---- The records
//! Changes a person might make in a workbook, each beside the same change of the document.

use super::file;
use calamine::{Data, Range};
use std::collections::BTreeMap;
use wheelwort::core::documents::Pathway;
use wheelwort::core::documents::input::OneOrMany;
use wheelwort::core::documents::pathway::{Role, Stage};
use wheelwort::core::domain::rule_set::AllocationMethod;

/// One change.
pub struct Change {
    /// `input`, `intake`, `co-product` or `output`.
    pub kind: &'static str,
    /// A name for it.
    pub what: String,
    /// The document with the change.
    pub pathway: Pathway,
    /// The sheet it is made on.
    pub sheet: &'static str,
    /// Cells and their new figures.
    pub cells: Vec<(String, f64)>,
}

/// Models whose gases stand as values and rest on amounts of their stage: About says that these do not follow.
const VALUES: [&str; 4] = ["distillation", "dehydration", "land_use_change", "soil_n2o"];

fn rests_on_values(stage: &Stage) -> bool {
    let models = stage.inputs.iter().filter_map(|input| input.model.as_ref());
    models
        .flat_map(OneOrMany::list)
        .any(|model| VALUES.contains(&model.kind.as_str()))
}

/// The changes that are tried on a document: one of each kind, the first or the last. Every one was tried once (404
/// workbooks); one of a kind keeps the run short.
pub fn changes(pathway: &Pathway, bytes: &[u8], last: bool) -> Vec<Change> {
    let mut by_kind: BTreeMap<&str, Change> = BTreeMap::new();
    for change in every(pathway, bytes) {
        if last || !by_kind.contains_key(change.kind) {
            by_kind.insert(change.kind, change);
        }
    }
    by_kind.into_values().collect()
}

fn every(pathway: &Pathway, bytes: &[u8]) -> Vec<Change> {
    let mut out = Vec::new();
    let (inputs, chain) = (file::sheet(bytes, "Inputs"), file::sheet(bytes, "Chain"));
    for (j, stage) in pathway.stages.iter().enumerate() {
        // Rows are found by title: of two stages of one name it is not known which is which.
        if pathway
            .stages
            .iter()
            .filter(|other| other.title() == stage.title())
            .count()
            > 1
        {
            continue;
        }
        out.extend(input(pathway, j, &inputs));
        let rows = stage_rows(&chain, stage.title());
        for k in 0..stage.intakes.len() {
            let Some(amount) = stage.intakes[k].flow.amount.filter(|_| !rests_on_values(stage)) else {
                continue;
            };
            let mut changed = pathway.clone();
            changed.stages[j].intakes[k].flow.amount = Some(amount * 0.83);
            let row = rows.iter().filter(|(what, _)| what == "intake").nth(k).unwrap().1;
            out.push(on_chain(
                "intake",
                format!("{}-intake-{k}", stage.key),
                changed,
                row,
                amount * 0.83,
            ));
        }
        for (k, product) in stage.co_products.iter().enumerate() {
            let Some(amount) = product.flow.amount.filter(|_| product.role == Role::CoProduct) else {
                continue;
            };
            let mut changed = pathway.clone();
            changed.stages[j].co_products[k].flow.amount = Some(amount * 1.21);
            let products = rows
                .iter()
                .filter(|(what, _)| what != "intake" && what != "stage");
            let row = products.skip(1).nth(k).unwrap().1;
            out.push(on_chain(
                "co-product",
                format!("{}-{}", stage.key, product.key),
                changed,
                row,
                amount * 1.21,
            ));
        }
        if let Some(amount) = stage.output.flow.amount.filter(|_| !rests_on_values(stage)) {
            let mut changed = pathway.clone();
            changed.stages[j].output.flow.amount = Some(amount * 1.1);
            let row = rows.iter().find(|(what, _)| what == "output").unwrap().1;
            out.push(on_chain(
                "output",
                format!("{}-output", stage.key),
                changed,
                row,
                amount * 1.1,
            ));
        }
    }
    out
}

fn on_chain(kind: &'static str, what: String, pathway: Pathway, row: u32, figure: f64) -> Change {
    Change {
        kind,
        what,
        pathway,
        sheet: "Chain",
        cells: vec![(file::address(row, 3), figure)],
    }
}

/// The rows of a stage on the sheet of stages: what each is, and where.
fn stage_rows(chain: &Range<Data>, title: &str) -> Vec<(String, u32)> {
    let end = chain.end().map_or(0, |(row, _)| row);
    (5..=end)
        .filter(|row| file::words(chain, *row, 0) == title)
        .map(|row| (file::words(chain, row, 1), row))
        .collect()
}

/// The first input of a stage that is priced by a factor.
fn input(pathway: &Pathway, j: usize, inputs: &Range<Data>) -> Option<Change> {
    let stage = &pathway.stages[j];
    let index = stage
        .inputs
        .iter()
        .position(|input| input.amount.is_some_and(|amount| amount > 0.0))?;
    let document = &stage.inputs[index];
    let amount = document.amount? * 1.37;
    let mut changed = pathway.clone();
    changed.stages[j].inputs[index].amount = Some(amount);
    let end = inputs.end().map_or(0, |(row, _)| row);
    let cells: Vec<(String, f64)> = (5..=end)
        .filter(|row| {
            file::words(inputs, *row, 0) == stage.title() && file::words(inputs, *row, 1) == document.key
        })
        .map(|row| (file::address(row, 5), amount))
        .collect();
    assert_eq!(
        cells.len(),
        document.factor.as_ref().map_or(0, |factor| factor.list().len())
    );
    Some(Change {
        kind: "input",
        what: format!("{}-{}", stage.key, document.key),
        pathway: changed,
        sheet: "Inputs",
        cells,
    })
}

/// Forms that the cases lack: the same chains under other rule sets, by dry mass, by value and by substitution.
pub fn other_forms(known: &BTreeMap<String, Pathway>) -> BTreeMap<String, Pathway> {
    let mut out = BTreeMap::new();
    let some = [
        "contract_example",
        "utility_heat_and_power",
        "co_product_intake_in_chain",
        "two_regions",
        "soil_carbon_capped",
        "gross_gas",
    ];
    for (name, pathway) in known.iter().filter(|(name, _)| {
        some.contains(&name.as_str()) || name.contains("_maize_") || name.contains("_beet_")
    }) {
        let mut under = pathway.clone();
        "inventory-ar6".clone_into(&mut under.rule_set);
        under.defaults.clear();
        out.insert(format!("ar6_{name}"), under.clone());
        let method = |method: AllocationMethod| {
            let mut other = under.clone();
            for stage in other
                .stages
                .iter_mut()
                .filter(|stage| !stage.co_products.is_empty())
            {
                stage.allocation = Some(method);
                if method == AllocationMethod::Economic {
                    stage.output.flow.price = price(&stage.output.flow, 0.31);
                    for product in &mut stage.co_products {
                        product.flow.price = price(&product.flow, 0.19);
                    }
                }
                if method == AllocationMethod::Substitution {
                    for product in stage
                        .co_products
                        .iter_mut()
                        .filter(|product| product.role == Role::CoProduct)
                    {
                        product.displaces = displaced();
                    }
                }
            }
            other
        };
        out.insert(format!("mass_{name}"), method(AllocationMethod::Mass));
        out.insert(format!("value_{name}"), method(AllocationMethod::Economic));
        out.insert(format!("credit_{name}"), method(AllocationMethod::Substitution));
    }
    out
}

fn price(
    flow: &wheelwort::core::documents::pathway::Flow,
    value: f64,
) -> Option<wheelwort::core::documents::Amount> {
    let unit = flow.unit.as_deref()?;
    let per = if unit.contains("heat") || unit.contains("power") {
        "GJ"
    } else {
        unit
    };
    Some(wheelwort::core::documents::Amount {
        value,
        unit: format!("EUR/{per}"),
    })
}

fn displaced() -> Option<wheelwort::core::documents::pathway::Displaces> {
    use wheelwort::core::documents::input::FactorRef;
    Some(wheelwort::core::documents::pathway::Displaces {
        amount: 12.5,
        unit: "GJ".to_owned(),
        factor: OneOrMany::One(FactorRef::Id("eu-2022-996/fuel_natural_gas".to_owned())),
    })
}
--------
• _The problem_
Your answer should be the full set of records, printed exactly.

• _Task solution_
//! Changes a person might make in a workbook, each beside the same change of the document.

use super::file;
use calamine::{Data, Range};
use std::collections::BTreeMap;
use wheelwort::core::documents::Pathway;
use wheelwort::core::documents::input::OneOrMany;
use wheelwort::core::documents::pathway::{Role, Stage};
use wheelwort::core::domain::rule_set::AllocationMethod;

/// One change.
pub struct Change {
    /// `input`, `intake`, `co-product` or `output`.
    pub kind: &'static str,
    /// A name for it.
    pub what: String,
    /// The document with the change.
    pub pathway: Pathway,
    /// The sheet it is made on.
    pub sheet: &'static str,
    /// Cells and their new figures.
    pub cells: Vec<(String, f64)>,
}

/// Models whose gases stand as values and rest on amounts of their stage: About says that these do not follow.
const VALUES: [&str; 4] = ["distillation", "dehydration", "land_use_change", "soil_n2o"];

fn rests_on_values(stage: &Stage) -> bool {
    let models = stage.inputs.iter().filter_map(|input| input.model.as_ref());
    models
        .flat_map(OneOrMany::list)
        .any(|model| VALUES.contains(&model.kind.as_str()))
}

/// The changes that are tried on a document: one of each kind, the first or the last. Every one was tried once (404
/// workbooks); one of a kind keeps the run short.
pub fn changes(pathway: &Pathway, bytes: &[u8], last: bool) -> Vec<Change> {
    let mut by_kind: BTreeMap<&str, Change> = BTreeMap::new();
    for change in every(pathway, bytes) {
        if last || !by_kind.contains_key(change.kind) {
            by_kind.insert(change.kind, change);
        }
    }
    by_kind.into_values().collect()
}

fn every(pathway: &Pathway, bytes: &[u8]) -> Vec<Change> {
    let mut out = Vec::new();
    let (inputs, chain) = (file::sheet(bytes, "Inputs"), file::sheet(bytes, "Chain"));
    for (j, stage) in pathway.stages.iter().enumerate() {
        // Rows are found by title: of two stages of one name it is not known which is which.
        if pathway
            .stages
            .iter()
            .filter(|other| other.title() == stage.title())
            .count()
            > 1
        {
            continue;
        }
        out.extend(input(pathway, j, &inputs));
        let rows = stage_rows(&chain, stage.title());
        for k in 0..stage.intakes.len() {
            let Some(amount) = stage.intakes[k].flow.amount.filter(|_| !rests_on_values(stage)) else {
                continue;
            };
            let mut changed = pathway.clone();
            changed.stages[j].intakes[k].flow.amount = Some(amount * 0.83);
            let row = rows.iter().filter(|(what, _)| what == "intake").nth(k).unwrap().1;
            out.push(on_chain(
                "intake",
                format!("{}-intake-{k}", stage.key),
                changed,
                row,
                amount * 0.83,
            ));
        }
        for (k, product) in stage.co_products.iter().enumerate() {
            let Some(amount) = product.flow.amount.filter(|_| product.role == Role::CoProduct) else {
                continue;
            };
            let mut changed = pathway.clone();
            changed.stages[j].co_products[k].flow.amount = Some(amount * 1.21);
            let products = rows
                .iter()
                .filter(|(what, _)| what != "intake" && what != "stage");
            let row = products.skip(1).nth(k).unwrap().1;
            out.push(on_chain(
                "co-product",
                format!("{}-{}", stage.key, product.key),
                changed,
                row,
                amount * 1.21,
            ));
        }
        if let Some(amount) = stage.output.flow.amount.filter(|_| !rests_on_values(stage)) {
            let mut changed = pathway.clone();
            changed.stages[j].output.flow.amount = Some(amount * 1.1);
            let row = rows.iter().find(|(what, _)| what == "output").unwrap().1;
            out.push(on_chain(
                "output",
                format!("{}-output", stage.key),
                changed,
                row,
                amount * 1.1,
            ));
        }
    }
    out
}

fn on_chain(kind: &'static str, what: String, pathway: Pathway, row: u32, figure: f64) -> Change {
    Change {
        kind,
        what,
        pathway,
        sheet: "Chain",
        cells: vec![(file::address(row, 3), figure)],
    }
}

/// The rows of a stage on the sheet of stages: what each is, and where.
fn stage_rows(chain: &Range<Data>, title: &str) -> Vec<(String, u32)> {
    let end = chain.end().map_or(0, |(row, _)| row);
    (5..=end)
        .filter(|row| file::words(chain, *row, 0) == title)
        .map(|row| (file::words(chain, row, 1), row))
        .collect()
}

/// The first input of a stage that is priced by a factor.
fn input(pathway: &Pathway, j: usize, inputs: &Range<Data>) -> Option<Change> {
    let stage = &pathway.stages[j];
    let index = stage
        .inputs
        .iter()
        .position(|input| input.amount.is_some_and(|amount| amount > 0.0))?;
    let document = &stage.inputs[index];
    let amount = document.amount? * 1.37;
    let mut changed = pathway.clone();
    changed.stages[j].inputs[index].amount = Some(amount);
    let end = inputs.end().map_or(0, |(row, _)| row);
    let cells: Vec<(String, f64)> = (5..=end)
        .filter(|row| {
            file::words(inputs, *row, 0) == stage.title() && file::words(inputs, *row, 1) == document.key
        })
        .map(|row| (file::address(row, 5), amount))
        .collect();
    assert_eq!(
        cells.len(),
        document.factor.as_ref().map_or(0, |factor| factor.list().len())
    );
    Some(Change {
        kind: "input",
        what: format!("{}-{}", stage.key, document.key),
        pathway: changed,
        sheet: "Inputs",
        cells,
    })
}

/// Forms that the cases lack: the same chains under other rule sets, by dry mass, by value and by substitution.
pub fn other_forms(known: &BTreeMap<String, Pathway>) -> BTreeMap<String, Pathway> {
    let mut out = BTreeMap::new();
    let some = [
        "contract_example",
        "utility_heat_and_power",
        "co_product_intake_in_chain",
        "two_regions",
        "soil_carbon_capped",
        "gross_gas",
    ];
    for (name, pathway) in known.iter().filter(|(name, _)| {
        some.contains(&name.as_str()) || name.contains("_maize_") || name.contains("_beet_")
    }) {
        let mut under = pathway.clone();
        "inventory-ar6".clone_into(&mut under.rule_set);
        under.defaults.clear();
        out.insert(format!("ar6_{name}"), under.clone());
        let method = |method: AllocationMethod| {
            let mut other = under.clone();
            for stage in other
                .stages
                .iter_mut()
                .filter(|stage| !stage.co_products.is_empty())
            {
                stage.allocation = Some(method);
                if method == AllocationMethod::Economic {
                    stage.output.flow.price = price(&stage.output.flow, 0.31);
                    for product in &mut stage.co_products {
                        product.flow.price = price(&product.flow, 0.19);
                    }
                }
                if method == AllocationMethod::Substitution {
                    for product in stage
                        .co_products
                        .iter_mut()
                        .filter(|product| product.role == Role::CoProduct)
                    {
                        product.displaces = displaced();
                    }
                }
            }
            other
        };
        out.insert(format!("mass_{name}"), method(AllocationMethod::Mass));
        out.insert(format!("value_{name}"), method(AllocationMethod::Economic));
        out.insert(format!("credit_{name}"), method(AllocationMethod::Substitution));
    }
    out
}

fn price(
    flow: &wheelwort::core::documents::pathway::Flow,
    value: f64,
) -> Option<wheelwort::core::documents::Amount> {
    let unit = flow.unit.as_deref()?;
    let per = if unit.contains("heat") || unit.contains("power") {
        "GJ"
    } else {
        unit
    };
    Some(wheelwort::core::documents::Amount {
        value,
        unit: format!("EUR/{per}"),
    })
}

fn displaced() -> Option<wheelwort::core::documents::pathway::Displaces> {
    use wheelwort::core::documents::input::FactorRef;
    Some(wheelwort::core::documents::pathway::Displaces {
        amount: 12.5,
        unit: "GJ".to_owned(),
        factor: OneOrMany::One(FactorRef::Id("eu-2022-996/fuel_natural_gas".to_owned())),
    })
}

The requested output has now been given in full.